EXERCISE DIRECTIONS: What do the lines say, reproduced word for word, from the first of the entries below through the line bearing "near unknown column"?
━━━━━ SUPPLIED DATA
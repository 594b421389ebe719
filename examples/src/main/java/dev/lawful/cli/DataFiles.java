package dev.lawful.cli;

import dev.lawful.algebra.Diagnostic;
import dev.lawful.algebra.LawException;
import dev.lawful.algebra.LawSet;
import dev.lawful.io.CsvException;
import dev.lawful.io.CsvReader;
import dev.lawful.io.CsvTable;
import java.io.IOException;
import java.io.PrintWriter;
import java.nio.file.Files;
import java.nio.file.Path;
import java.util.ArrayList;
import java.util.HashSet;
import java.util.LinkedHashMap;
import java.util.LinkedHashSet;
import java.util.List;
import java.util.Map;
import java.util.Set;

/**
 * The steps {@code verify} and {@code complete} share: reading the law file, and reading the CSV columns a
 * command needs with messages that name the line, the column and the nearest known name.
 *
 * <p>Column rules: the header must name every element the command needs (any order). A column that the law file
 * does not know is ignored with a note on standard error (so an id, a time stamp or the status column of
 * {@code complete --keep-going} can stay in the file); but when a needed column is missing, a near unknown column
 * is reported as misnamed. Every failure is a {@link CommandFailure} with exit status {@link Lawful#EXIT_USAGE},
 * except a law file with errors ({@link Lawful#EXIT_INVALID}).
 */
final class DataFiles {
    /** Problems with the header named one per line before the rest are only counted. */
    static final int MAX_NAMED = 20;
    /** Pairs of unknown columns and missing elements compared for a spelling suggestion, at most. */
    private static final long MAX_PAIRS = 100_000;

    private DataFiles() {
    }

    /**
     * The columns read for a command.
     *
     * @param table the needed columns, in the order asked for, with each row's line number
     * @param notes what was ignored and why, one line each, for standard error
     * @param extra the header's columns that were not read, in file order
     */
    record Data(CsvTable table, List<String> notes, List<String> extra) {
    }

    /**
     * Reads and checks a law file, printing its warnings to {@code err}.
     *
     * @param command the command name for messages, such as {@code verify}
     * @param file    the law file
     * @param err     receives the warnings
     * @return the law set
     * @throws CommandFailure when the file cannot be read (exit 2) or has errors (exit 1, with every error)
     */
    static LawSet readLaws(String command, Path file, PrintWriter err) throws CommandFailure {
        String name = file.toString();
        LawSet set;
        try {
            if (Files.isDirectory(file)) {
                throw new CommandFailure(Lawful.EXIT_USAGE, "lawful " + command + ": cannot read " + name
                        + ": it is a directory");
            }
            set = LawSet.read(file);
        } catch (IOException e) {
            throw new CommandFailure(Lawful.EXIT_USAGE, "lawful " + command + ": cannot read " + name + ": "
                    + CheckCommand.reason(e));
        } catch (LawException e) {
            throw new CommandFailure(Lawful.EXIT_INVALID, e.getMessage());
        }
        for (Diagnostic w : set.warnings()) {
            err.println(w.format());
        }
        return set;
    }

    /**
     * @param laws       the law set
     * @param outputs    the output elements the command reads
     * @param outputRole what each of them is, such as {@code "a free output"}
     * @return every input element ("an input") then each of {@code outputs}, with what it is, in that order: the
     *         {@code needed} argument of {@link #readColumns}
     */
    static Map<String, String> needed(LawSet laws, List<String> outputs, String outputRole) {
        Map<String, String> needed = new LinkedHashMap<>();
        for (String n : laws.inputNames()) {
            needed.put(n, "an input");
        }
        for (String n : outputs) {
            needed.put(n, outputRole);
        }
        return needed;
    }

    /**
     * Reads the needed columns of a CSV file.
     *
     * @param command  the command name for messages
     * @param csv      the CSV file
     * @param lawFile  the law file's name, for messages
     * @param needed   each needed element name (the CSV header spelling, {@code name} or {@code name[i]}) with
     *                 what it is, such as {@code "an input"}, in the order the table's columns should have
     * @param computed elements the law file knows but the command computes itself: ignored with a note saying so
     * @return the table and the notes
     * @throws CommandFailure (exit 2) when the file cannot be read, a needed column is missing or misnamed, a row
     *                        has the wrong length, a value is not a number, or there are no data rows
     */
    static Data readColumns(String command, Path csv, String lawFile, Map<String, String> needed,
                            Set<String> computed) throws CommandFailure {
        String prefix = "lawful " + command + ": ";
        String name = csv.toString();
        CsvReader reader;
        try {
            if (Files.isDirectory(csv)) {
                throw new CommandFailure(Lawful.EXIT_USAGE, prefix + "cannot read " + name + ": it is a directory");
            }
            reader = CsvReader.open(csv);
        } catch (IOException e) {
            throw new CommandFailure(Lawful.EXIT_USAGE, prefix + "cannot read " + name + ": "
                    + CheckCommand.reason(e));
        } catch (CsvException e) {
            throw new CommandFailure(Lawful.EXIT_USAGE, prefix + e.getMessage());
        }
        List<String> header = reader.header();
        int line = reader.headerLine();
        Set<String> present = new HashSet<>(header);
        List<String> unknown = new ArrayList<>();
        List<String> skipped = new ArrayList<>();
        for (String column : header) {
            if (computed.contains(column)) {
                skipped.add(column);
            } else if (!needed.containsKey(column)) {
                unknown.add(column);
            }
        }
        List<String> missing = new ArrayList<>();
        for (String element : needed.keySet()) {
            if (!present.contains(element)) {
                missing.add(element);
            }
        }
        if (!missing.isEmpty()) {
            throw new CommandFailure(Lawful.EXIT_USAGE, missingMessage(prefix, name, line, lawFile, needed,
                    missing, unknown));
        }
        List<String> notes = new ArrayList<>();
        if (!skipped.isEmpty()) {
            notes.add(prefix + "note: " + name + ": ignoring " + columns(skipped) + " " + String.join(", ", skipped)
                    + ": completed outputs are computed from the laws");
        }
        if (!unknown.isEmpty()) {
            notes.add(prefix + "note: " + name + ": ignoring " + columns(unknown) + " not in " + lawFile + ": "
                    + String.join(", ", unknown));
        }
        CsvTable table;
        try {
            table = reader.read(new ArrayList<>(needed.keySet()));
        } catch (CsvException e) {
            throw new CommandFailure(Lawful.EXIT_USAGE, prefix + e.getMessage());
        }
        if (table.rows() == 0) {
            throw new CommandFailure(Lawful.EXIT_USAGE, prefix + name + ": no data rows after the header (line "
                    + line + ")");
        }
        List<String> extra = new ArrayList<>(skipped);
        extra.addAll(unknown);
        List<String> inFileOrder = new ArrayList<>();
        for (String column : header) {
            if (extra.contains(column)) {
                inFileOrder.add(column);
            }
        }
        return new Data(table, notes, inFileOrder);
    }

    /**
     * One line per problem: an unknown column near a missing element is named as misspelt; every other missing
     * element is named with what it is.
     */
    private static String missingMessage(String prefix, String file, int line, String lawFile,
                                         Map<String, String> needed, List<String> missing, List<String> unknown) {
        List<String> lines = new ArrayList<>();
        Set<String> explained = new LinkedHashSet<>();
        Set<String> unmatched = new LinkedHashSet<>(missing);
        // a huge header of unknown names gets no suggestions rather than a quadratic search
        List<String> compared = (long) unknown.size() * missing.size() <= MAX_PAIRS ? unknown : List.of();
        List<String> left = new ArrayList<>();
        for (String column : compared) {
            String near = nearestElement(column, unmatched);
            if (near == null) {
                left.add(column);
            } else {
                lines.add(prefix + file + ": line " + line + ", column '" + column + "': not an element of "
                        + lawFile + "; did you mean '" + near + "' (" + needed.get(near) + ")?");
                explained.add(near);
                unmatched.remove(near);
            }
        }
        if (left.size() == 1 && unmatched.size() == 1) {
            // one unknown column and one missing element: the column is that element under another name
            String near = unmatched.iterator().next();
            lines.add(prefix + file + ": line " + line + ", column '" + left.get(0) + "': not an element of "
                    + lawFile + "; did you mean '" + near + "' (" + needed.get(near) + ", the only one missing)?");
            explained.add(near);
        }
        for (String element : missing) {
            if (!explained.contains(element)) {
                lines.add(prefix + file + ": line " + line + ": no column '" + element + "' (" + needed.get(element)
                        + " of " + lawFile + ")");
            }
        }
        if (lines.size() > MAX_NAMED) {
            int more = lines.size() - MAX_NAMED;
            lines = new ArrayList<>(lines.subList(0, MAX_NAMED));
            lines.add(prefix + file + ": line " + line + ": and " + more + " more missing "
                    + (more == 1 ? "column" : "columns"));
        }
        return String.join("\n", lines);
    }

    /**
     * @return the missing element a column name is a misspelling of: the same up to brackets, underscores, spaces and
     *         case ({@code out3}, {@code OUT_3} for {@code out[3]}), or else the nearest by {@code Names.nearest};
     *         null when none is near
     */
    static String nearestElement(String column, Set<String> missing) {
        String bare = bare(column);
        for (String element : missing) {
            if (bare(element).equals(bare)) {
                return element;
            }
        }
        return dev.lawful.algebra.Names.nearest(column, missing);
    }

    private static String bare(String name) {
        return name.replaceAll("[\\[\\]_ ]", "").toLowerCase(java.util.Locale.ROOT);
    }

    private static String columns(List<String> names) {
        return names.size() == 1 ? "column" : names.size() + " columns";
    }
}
━━━━━━━━━━
RESULT OF THE TASK:
repository 594b421389ebe719
filename examples/src/main/java/dev/lawful/cli/DataFiles.java
package dev.lawful.cli;

import dev.lawful.algebra.Diagnostic;
import dev.lawful.algebra.LawException;
import dev.lawful.algebra.LawSet;
import dev.lawful.io.CsvException;
import dev.lawful.io.CsvReader;
import dev.lawful.io.CsvTable;
import java.io.IOException;
import java.io.PrintWriter;
import java.nio.file.Files;
import java.nio.file.Path;
import java.util.ArrayList;
import java.util.HashSet;
import java.util.LinkedHashMap;
import java.util.LinkedHashSet;
import java.util.List;
import java.util.Map;
import java.util.Set;

/**
 * The steps {@code verify} and {@code complete} share: reading the law file, and reading the CSV columns a
 * command needs with messages that name the line, the column and the nearest known name.
 *
 * <p>Column rules: the header must name every element the command needs (any order). A column that the law file
 * does not know is ignored with a note on standard error (so an id, a time stamp or the status column of
 * {@code complete --keep-going} can stay in the file); but when a needed column is missing, a near unknown column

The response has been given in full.